David Reaboi, a spokesman for the Center for Security Policy, called CAIR's various corporate entities "a thinly disguised money-laundering operation." Awad's deposition was connected to a pending lawsuit CAIR has against the center.
The Daily Caller exposé comes on the heels of CAIR's latest "Islamophobia" report, which uses public records to trace donations to groups CAIR doesn't like.
"CAIR then obtained tax documents known as Form 990s for each non-profit organization in the inner core for the years 2008-2011, when they could be acquired in the window of time allotted for researching and writing this report," the report said. "Form 990s must be filed annually by tax-exempt organizations."

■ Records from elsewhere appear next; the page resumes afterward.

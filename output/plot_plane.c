/* SPDX-License-Identifier: GPL-3.0-or-later */

/* The map is for the eye; the numbers are in the VTK file. Conductors are painted over
 * the map, so the constant potential inside them never shows as field-free space. */

#include "output/plot_plane.h"

#include <math.h>
#include <stdio.h>

#include "mesh/grid_crop.h"
#include "output/number.h"
#include "output/picture.h"
#include "output/words.h"

#define COLOUR_BAR  140 /* pixels right of the axes */
#define PLAIN_RIGHT 30
#define LEVELS_MOST 20
#define GRID_BELOW  25
#define TITLE_SIZE  160

const char *plot_plane_name(enum plane_kind kind)
{
    static const char *const names[PLANE_KINDS] = {
        [PLANE_ELECTRIC_ALONG] = "electric_along.svg",
        [PLANE_ELECTRIC_ACROSS] = "electric_across.svg",
        [PLANE_MAGNETIC_ALONG] = "magnetic_along.svg",
        [PLANE_MAGNETIC_ACROSS] = "magnetic_across.svg",
        [PLANE_ELECTRIC_TURNED] = "electric_turned.svg",
    };
    return names[kind];
}

static struct frame plane_frame(const struct plane *plane, int right, int bottom)
{
    return picture_frame(plane->low, plane->high,
                         axis_key(plane_kind_axis(plane->kind, 0)),
                         axis_key(plane_kind_axis(plane->kind, 1)), right, bottom);
}

static void find_range(const double *values, size_t count, double *low, double *high)
{
    *low = *high = values[0];
    for (size_t k = 1; k < count; k++) {
        *low = fmin(*low, values[k]);
        *high = fmax(*high, values[k]);
    }
}

/* Paints the parts: filled polygons, and pixels for parts with cuts (cover, NULL if
 * there are none). */
static void print_parts(struct sink *script, const struct raster *cover)
{
    if (cover != NULL) {
        raster_using(script, cover, "cover");
        sink_print(script, ":(%d):(%d):(%d):(255*$3) with rgbalpha notitle, ",
                   PICTURE_PART_GREY, PICTURE_PART_GREY, PICTURE_PART_GREY);
    }
    sink_print(script,
               "$solids with filledcurves closed fs solid fc rgb '#%02x%02x%02x' "
               "notitle, $outlines with lines lc 'black' lw 1.6 notitle",
               PICTURE_PART_GREY, PICTURE_PART_GREY, PICTURE_PART_GREY);
}

/* Raster of the parts with cuts; *needed is false, and nothing made, without any. */
static enum status make_cover(struct raster *cover, const struct frame *frame,
                              const struct plane *plane, bool *needed)
{
    *needed = picture_needs_cover(plane);
    if (!*needed)
        return STATUS_OK;
    enum status status = raster_init(cover, frame, 1);
    return status ? status : raster_cover(cover, plane);
}

static void print_potential(struct sink *script, enum plane_kind kind,
                            const struct plane *plane, const struct frame *frame,
                            const struct raster *map, const struct raster *cover)
{
    double low, high;
    find_range(map->values, (size_t)map->na * (size_t)map->nb, &low, &high);
    double step = picture_step(high - low, LEVELS_MOST);
    char title[TITLE_SIZE], step_text[NUMBER_TEXT];
    number_plain(step, 3, step_text, sizeof step_text);
    (void)snprintf(title, sizeof title, "%s: %s, a line every %s %s",
                   plane_kind_key(kind),
                   plane_kind_is_magnetic(kind) ? "magnetic potential" : "potential",
                   step_text, plane_kind_is_magnetic(kind) ? "A" : "V");
    if (cover != NULL)
        raster_print(script, cover, "cover");
    picture_outlines(script, plane);
    picture_levels(script, map, low, high, step);
    picture_axes(script, frame, title);
    picture_names(script, plane, frame);
    sink_print(script, "set cblabel '%s'\n", words_potential(kind));
    if (high > low)
        sink_print(script, "set cbrange [%.9g:%.9g]\n", low, high);
    sink_print(script, "plot ");
    raster_source(script, map, 2);
    sink_print(script, " with image notitle, "
                       "$levels using 1:2 with lines lc '#303030' lw 0.8 notitle, ");
    print_parts(script, cover);
    sink_print(script, "\n");
}

enum status plot_plane_potential(struct folder *folder, enum plane_kind kind,
                                 const struct plane *plane,
                                 const struct plane_result *result, bool *drawn,
                                 struct messages *messages)
{
    *drawn = false;
    struct frame frame = plane_frame(plane, COLOUR_BAR, 0);
    struct raster map = {0}, cover = {0};
    struct plot plot = {0};
    const struct grid *grid = &result->grid;
    bool cut = false;
    enum status status = raster_init(&map, &frame, PICTURE_MAP_GRAIN);
    if (!status)
        status = make_cover(&cover, &frame, plane, &cut);
    if (!status)
        status = plot_begin(&plot, folder, plot_plane_name(kind), frame.width,
                            frame.height, messages);
    if (!status) {
        raster_sample(&map, grid->a, grid->na, grid->b, grid->nb, result->potential);
        print_potential(&plot.script, kind, plane, &frame, &map, cut ? &cover : NULL);
        status = plot_data(&plot, folder, map.values, (size_t)map.na * (size_t)map.nb,
                           messages);
    }
    if (!status) {
        status = plot_end(&plot, folder, drawn, messages);
    }
    plot_drop(&plot);
    raster_free(&map);
    raster_free(&cover);
    return status;
}

/* Lines within the region as drawn. */
static void print_grid_lines(struct sink *script, const struct grid *grid)
{
    const struct grid_window w = grid_drawn(grid);
    const double *a = grid->a + w.first_a, *b = grid->b + w.first_b;
    double low_a = a[0] * 1e3, high_a = a[w.na - 1] * 1e3;
    double low_b = b[0] * 1e3, high_b = b[w.nb - 1] * 1e3;
    sink_print(script, "$grid << EOD\n");
    for (int i = 0; i < w.na; i++)
        sink_print(script, "%.9g %.9g\n%.9g %.9g\n\n", a[i] * 1e3, low_b, a[i] * 1e3,
                   high_b);
    for (int j = 0; j < w.nb; j++)
        sink_print(script, "%.9g %.9g\n%.9g %.9g\n\n", low_a, b[j] * 1e3, high_a,
                   b[j] * 1e3);
    sink_print(script, "EOD\n");
}

/* Kinds of the four sides, below the axes. */
static void print_sides(struct sink *script, const struct plane *plane)
{
    const char *a = axis_key(plane_kind_axis(plane->kind, 0));
    const char *b = axis_key(plane_kind_axis(plane->kind, 1));
    sink_print(script,
               "set label 'sides: low %s %s, high %s %s, low %s %s, high %s %s' at "
               "graph 0, screen 0 offset 0,1 left font ',12'\n",
               a, side_kind_key(plane->sides[SIDE_A_LOW].kind), a,
               side_kind_key(plane->sides[SIDE_A_HIGH].kind), b,
               side_kind_key(plane->sides[SIDE_B_LOW].kind), b,
               side_kind_key(plane->sides[SIDE_B_HIGH].kind));
}

static void print_grid(struct sink *script, const struct plane *plane,
                       const struct frame *frame, const struct grid *grid,
                       const struct raster *cover)
{
    char title[TITLE_SIZE];
    (void)snprintf(title, sizeof title, "%s: %zu parts, coarsest grid %d by %d lines",
                   plane_kind_key(plane->kind), plane->part_count, grid->na, grid->nb);
    if (cover != NULL)
        raster_print(script, cover, "cover");
    picture_outlines(script, plane);
    print_grid_lines(script, grid);
    picture_axes(script, frame, title);
    picture_names(script, plane, frame);
    print_sides(script, plane);
    sink_print(script, "plot $grid with lines lc '#a8a8a8' lw 0.5 notitle, ");
    print_parts(script, cover);
    sink_print(script, "\n");
}

enum status plot_plane_grid(struct folder *folder, const struct plane *plane,
                            const struct grid *grid, bool *drawn,
                            struct messages *messages)
{
    *drawn = false;
    struct frame frame = plane_frame(plane, PLAIN_RIGHT, GRID_BELOW);
    struct raster cover = {0};
    struct plot plot = {0};
    bool cut = false;
    enum status status = make_cover(&cover, &frame, plane, &cut);
    if (!status)
        status = plot_begin(&plot, folder, plot_plane_name(plane->kind), frame.width,
                            frame.height, messages);
    if (!status) {
        print_grid(&plot.script, plane, &frame, grid, cut ? &cover : NULL);
        status = plot_end(&plot, folder, drawn, messages);
    }
    plot_drop(&plot);
    raster_free(&cover);
    return status;
}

CAIR actually lost its tax-exempt status in 2011 after failing to file those required tax forms for three straight years. That status was reinstated after an appeal but there has been no disclosure of its accounting from the missing years.
Johnson's story makes it clear that CAIR is quick to try to embarrass donors it doesn't like while working overtime to ensure its own sources of operating money are kept hidden.
With good reason. The Investigative Project on Terrorism reported last week that CAIR sought money from Sudanese President Omar Hassan al-Bashir, now accused of genocide in Darfur. Previous IPT reports show CAIR also solicited money from Libyan dictator Moammar Gadhafi before he was toppled, and State Department records obtained by the IPT show CAIR sought millions of dollars from Saudi Arabia and the United Arab Emirates in 2006.
CAIR's actions seem to present a hypocritical view about non-profit support: Disclosure for thee, but not for me.
Steven Emerson is executive director of The Investigative Project on Terrorism. Emerson was a correspondent for CNN and a senior editor at U.S. News and World Report. Read more reports from Steve Emerson — Click Here Now.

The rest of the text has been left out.